MikeAT. . . do i not get any credit for acknowledging that I was wrong? I don't know why I thought that was a Scalia decision, but i did. I am the last to push either a liberal or a conservative agenda . . . I would just like the supreme court to honor the constitution. both the conservative and the liberal sides seem to not want to do that.

MikeAT said...

Max

Your post saying Kelo wasn’t a Scalia decision wasn’t posted when I put up my last post. Thank you for the acknowledgment.

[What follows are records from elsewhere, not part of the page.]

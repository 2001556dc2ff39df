"""`curate demo`: build the invented pump-fleet data, run its pipeline, score the catch."""

from __future__ import annotations

from collections.abc import Callable
from pathlib import Path
from typing import Any

import polars as pl

from curate.api import run
from curate.demo import data as demo_data
from curate.io.output_checks import check_output
from curate.io.outputs import write_marker
from curate.methods import METHODS

__all__ = ["demo_pipeline_text", "fault_catch", "run_demo"]

CLEANING_FAMILIES = ("schema", "duplicates", "editing")


def demo_pipeline_text() -> str:
    """The demo's pipeline file, with its column rules written inline.

    Examples
    --------
    >>> import tomllib
    >>> [s["method"] for s in tomllib.loads(demo_pipeline_text())["stages"]]
    ['exact-duplicates', 'conflicting-duplicates', 'enn', 'fcnn']
    """
    rules = [
        '[input.columns.reading_id]\ntype = "int"\nunique = true\n',
        *(f'[input.columns.{name}]\ntype = "category"\nallowed = {list(values)!r}\n'.replace("'", '"')
          for name, values in (("site", demo_data.SITES), ("pump_model", demo_data.MODELS),
                               ("shift", demo_data.SHIFTS), ("condition", demo_data.CONDITIONS))),
        *(f"[input.columns.{name}]\ntype = \"float\"\nmin = {low}\nmax = {high}\n"
          for name, (low, high) in demo_data.RANGES.items()),
    ]
    return "\n".join([
        "# The pump-fleet demo (invented data). Paths are relative to this file.",
        '[input]\npath = "data/readings.csv"\nlabel = "condition"\nid = "reading_id"',
        'ignore = ["note"]\non_invalid = "quarantine"\n',
        *rules,
        '[space]\nscale = "range"\ndistance = "euclidean"\nmissing = "stop"\n',
        '[[stages]]\nname = "re-sent rows"\nmethod = "exact-duplicates"\n',
        '[[stages]]\nname = "conflicting copies"\nmethod = "conflicting-duplicates"\n'
        'policy = "drop-all"\n',
        '[[stages]]\nname = "mislabels"\nmethod = "enn"\nk = 3\nvote = "majority"\n'
        "max_removed_share = 0.5\n",
        '[[stages]]\nname = "condense"\nmethod = "fcnn"\nclasses = "all-but-smallest"\n'
        "max_removed_share = 0.99\n",
        '[output]\nfolder = "run"\noverwrite = true\n',
        "[run]\nseed = 7\n",
    ])


def fault_catch(audit: pl.DataFrame, truth: pl.DataFrame, stage_family: dict[str, str],
                id_column: str = "reading_id") -> dict[str, Any]:
    """Score the rows the cleaning stages removed against the injected faults.

    Condensing and hybrid stages remove sound rows on purpose, so only
    schema, duplicate and editing removals are scored. Returns precision and
    recall overall, and recall per fault kind.

    Examples
    --------
    >>> audit = pl.DataFrame({"row_id": [1, 2, 3], "stage": ["a", "a", "b"]})
    >>> truth = pl.DataFrame({"reading_id": [1, 4], "fault": ["re-sent", "label-flip"]})
    >>> fault_catch(audit, truth, {"a": "duplicates", "b": "condensing"})["precision"]
    0.5
    """
    cleaning = [s for s, fam in stage_family.items() if fam in CLEANING_FAMILIES]
    removed = set(audit.filter(pl.col("stage").is_in(cleaning))["row_id"].to_list())
    faults = dict(zip(truth[id_column].to_list(), truth["fault"].to_list(), strict=True))
    caught = removed & set(faults)
    by_kind: dict[str, dict[str, float]] = {}
    for kind in sorted(set(faults.values())):
        rows = {i for i, f in faults.items() if f == kind}
        by_kind[kind] = {"injected": len(rows), "caught": len(rows & removed),
                         "recall": round(len(rows & removed) / len(rows), 4)}
    return {"removed_by_cleaning": len(removed), "injected": len(faults), "caught": len(caught),
            "precision": round(len(caught) / len(removed), 4) if removed else 0.0,
            "recall": round(len(caught) / len(faults), 4) if faults else 0.0,
            "by_fault": by_kind}


def run_demo(rows: int = 20000, out: Path = Path("demo"), seed: int = 7, quiet: bool = False,
             progress: Callable[[str], None] | None = None) -> str:
    """Write the demo data and pipeline under ``out``, run it, and describe the outcome."""
    out = Path(out)
    if not (out.is_dir() and not any(out.iterdir())):
        check_output(out, overwrite=True)  # replace only an earlier demo folder, never others
    out.mkdir(parents=True, exist_ok=True)
    write_marker(out, "demo", ["data", "pumps.toml", "run"])
    paths = demo_data.write(out / "data", rows=rows, seed=seed)
    pipeline = out / "pumps.toml"
    pipeline.write_text(demo_pipeline_text(), encoding="utf-8")
    result = run(pipeline, write=True, overwrite=True, progress=None if quiet else progress)
    truth = pl.read_csv(paths["truth"])
    families = {"schema": "schema"} | {s["name"]: METHODS[s["method"]].family
                                       for s in result.summary["stages"]}
    catch = fault_catch(result.audit, truth, families)
    s = result.summary
    lines = [f"demo: {s['rows_in']} pump readings in, {s['rows_kept']} kept, "
             f"{s['rows_removed']} removed ({s['rows_quarantined']} quarantined by the schema)"]
    for st in s["stages"]:
        lines.append(f"  {st['name']:<20} {st['method']:<24} removed {st['removed']:>6} of "
                     f"{st['rows_in']:>6} in {st['seconds']:.2f} s")
    lines.append(f"injected faults caught by the cleaning stages: {catch['caught']} of "
                 f"{catch['injected']} (recall {catch['recall']:.1%}, precision "
                 f"{catch['precision']:.1%} of {catch['removed_by_cleaning']} rows removed)")
    for kind, row in catch["by_fault"].items():
        lines.append(f"  {kind:<12} {row['caught']:>5} of {row['injected']:>5} caught "
                     f"(recall {row['recall']:.1%})")
    lines.append(f"run folder: {out / 'run'}  (try: curate why <row id> --run {out / 'run'})")
    return "\n".join(lines)
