"""Out-of-fold probabilities of the label-noise committee against scikit-learn.

Oracle: scikit-learn's ``cross_val_predict(..., method="predict_proba")`` with
the same folds (``StratifiedKFold(shuffle=True, random_state=seed)``), on
scikit-learn's bundled wine and breast cancer tables (open data shipped in a
package), range-normalised with scikit-learn's MinMaxScaler. The tables have
no two rows at the same distance from a third where it matters, so k-NN
neighbour ties cannot differ between the two implementations.
"""

from __future__ import annotations

import numpy as np
import open_data
import pytest
from sklearn.ensemble import RandomForestClassifier
from sklearn.linear_model import LogisticRegression
from sklearn.model_selection import StratifiedKFold, cross_val_predict
from sklearn.naive_bayes import GaussianNB
from sklearn.neighbors import KNeighborsClassifier
from sklearn.preprocessing import MinMaxScaler

from curate.methods._members import parse_models
from curate.methods._oof import doubt, make_folds, out_of_fold
from curate.space import Space


def table(name: str) -> tuple[np.ndarray, np.ndarray]:
    X, y = open_data.load(name)
    return MinMaxScaler().fit_transform(X), np.asarray(y)


def folds_of(y: np.ndarray, folds: int, seed: int) -> tuple[np.ndarray, StratifiedKFold]:
    names = np.unique(y)
    return make_folds(np.searchsorted(names, y), folds, seed, names, "committee"), \
        StratifiedKFold(n_splits=folds, shuffle=True, random_state=seed)


def test_folds_are_scikit_learns_stratified_folds() -> None:
    """Fold numbers equal the test parts of StratifiedKFold, in its order."""
    X, y = table("wine")
    fold, split = folds_of(y, 5, 11)
    for number, (_, test) in enumerate(split.split(X, y)):
        assert np.array_equal(np.flatnonzero(fold == number), np.sort(test))


@pytest.mark.parametrize(("entry", "reference"), [
    ({"model": "knn", "params": {"k": 7}}, KNeighborsClassifier(n_neighbors=7)),
    ("linear", LogisticRegression(C=100.0, max_iter=1000, random_state=3)),
    ({"model": "trees", "params": {"n_estimators": 20}},
     RandomForestClassifier(n_estimators=20, min_samples_leaf=1, random_state=3)),
    ("sklearn.naive_bayes.GaussianNB", GaussianNB()),
])
@pytest.mark.parametrize("name", ["wine", "breast_cancer"])
def test_out_of_fold_probabilities_equal_cross_val_predict(entry, reference, name) -> None:
    """Each member's probabilities equal cross_val_predict's with the same folds."""
    X, y = table(name)
    fold, split = folds_of(y, 5, 3)
    ours = out_of_fold(Space.from_matrix(X), y, len(np.unique(y)), parse_models([entry]), fold,
                       seed=3).proba[0]
    theirs = cross_val_predict(reference, X, y, cv=split, method="predict_proba")
    np.testing.assert_allclose(ours, theirs, rtol=0, atol=1e-12)


def test_knn_neighbours_lie_in_other_folds_and_match_scikit_learn() -> None:
    """The k-NN member's recorded neighbours are scikit-learn's among the other folds."""
    X, y = table("wine")
    fold, _ = folds_of(y, 4, 0)
    oof = out_of_fold(Space.from_matrix(X), y, 3, parse_models([{"model": "knn",
                                                                 "params": {"k": 5}}]),
                      fold, seed=0)
    assert oof.neighbours is not None
    for f in range(4):
        test, train = np.flatnonzero(fold == f), np.flatnonzero(fold != f)
        model = KNeighborsClassifier(n_neighbors=5).fit(X[train], y[train])
        _, theirs = model.kneighbors(X[test])
        assert np.array_equal(oof.neighbours[test], train[theirs])


def test_doubt_is_one_minus_the_mean_probability_of_the_own_label() -> None:
    """Definition in the issue: doubt = 1 - committee-mean out-of-fold P(own label)."""
    X, y = table("wine")
    fold, split = folds_of(y, 5, 1)
    oof = out_of_fold(Space.from_matrix(X), y, 3, parse_models(["knn", "linear"]), fold,
                      seed=1)
    knn = cross_val_predict(KNeighborsClassifier(n_neighbors=5), X, y, cv=split,
                            method="predict_proba")
    lr = cross_val_predict(LogisticRegression(C=100.0, max_iter=1000, random_state=1), X, y,
                           cv=split, method="predict_proba")
    expected = 1 - (knn + lr)[np.arange(len(y)), y] / 2
    np.testing.assert_allclose(doubt(oof.mean(), y), expected, atol=1e-12)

My admiration for Scalia (and Thomas) is the fact he strictly interprets the Constitution. One thing he uses is a dictionary from the late 1700s so he can look at what words meant back then. That’s not a lack of “free thinking” but an acknowledgement that the document means what it says and says what it means. In a republic judges, if the Constitution is silent, should defer to the legislative and executive branches. Unlike them, the Congress and President are accountable to the people and can be restrained.

Another abortion of constructional law is Roe vs Wade. The Construction says nothing about abortion and it’s not in the enumerable powers of the Congress or President. It’s up to the states to manage. Britain liberalized its abortion laws in the 1960s and abortion is not the open wound on its society like it is with us.

Have a great weekend

maxutils said...

Mike AT . . . no offense taken, and you're welcome. When I'm wrong I admit it . . .I think there was a Scalia based decision that came out about the same time that I also disagreed with vehemently, and I may have confused the two. I'll have to find it . . . Shoickingly, I agree with you about Roe vs. Wade . . .the logic is completely convoluted, despite the fact that I would like to see abortion remain safe, legal, and rare, as Clinton once said . On the other hand . . .while we're dealing with state's rights issues. . . what about gay marriage, speed limits, ages for alcohol purchase (new york and hawaii, among others was 18 for a long time, education, drug laws, and so many others . . . it's like none of the justices have bothered looking at amendments 9 and 10.

MikeAT said...

what about gay marriage, speed limits, ages for alcohol purchase (new york and hawaii, among others was 18 for a long time, education, drug laws, and so many others . . . it's like none of the justices have bothered looking at amendments 9 and 10.

To get to the point, that’s not for the feds to decide and those are state issues. One point was made by a former Houston mayor to a then new city councilman named Michael Berry (now a local talk show host). The mayor’s advise was simple, focus on doing the basics, but do them well. No one will remember the 999 times your garbage was picked up but they will always remember the one time it was late. And I wish our Congress and President would act more like that.

Back to the 9th and 10th Amendments, I wish the federal government would actually follow the limits of the document. The the judiciary would stop them from expanding the powers of the legislative and executive branches, as well as the bureaucracy. Protect our borders, defend the nation, keep our currency strong but leave people alone. Yes, simplified but if I was king of the US one the first day I would ax the Departments of Education, Energy, HUD, DHS, DVA (tie it’s legit functions back into DOD).

Looks like we’re tracking more than we originally thought.

maxutils said...

Maybe more than you thought . . .I generally agree with you. But thanks.